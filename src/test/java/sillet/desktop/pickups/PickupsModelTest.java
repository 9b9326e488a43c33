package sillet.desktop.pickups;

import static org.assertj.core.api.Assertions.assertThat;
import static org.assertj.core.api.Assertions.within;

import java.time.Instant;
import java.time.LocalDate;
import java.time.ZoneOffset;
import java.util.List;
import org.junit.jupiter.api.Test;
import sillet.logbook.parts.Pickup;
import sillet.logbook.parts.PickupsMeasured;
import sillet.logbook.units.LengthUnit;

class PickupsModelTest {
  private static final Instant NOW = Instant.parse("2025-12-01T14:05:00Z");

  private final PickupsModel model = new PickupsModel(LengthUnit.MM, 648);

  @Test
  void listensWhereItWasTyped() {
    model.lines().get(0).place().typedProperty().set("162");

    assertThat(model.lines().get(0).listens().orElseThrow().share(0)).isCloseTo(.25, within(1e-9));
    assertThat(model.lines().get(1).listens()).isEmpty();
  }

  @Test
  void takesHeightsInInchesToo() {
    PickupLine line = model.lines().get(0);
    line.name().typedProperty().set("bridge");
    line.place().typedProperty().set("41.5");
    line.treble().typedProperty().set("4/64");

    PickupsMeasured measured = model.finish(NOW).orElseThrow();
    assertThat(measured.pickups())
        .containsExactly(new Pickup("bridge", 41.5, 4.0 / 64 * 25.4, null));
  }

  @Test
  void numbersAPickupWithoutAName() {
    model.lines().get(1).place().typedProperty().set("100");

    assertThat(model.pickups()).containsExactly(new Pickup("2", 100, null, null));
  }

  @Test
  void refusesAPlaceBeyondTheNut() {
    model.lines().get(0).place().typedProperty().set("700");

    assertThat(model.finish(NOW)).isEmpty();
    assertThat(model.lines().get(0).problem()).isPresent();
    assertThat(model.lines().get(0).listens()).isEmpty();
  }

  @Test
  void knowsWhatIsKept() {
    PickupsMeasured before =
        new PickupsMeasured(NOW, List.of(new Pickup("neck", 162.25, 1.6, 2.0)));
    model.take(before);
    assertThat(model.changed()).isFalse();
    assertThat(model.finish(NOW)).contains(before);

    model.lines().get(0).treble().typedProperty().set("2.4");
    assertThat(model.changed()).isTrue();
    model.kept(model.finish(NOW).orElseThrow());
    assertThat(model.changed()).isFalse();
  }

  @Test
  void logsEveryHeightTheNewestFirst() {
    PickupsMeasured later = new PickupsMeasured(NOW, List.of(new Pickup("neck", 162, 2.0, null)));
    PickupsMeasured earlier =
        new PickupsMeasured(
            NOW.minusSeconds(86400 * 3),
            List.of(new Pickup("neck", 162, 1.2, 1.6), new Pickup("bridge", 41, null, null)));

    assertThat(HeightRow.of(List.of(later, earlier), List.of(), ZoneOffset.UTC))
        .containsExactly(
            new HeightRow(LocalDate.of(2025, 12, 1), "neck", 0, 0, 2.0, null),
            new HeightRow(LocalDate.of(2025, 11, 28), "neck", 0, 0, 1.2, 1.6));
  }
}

_Work to complete_: Extract the lines above, from the first one through the one containing "import static org.assertj.core.api.Assertions.within;", and return only those, unchanged.

_Reply to the exercise_:
filename src/test/java/sillet/desktop/pickups/PickupsModelTest.java
repository 9b9326e488a43c33
package sillet.desktop.pickups;

import static org.assertj.core.api.Assertions.assertThat;
import static org.assertj.core.api.Assertions.within;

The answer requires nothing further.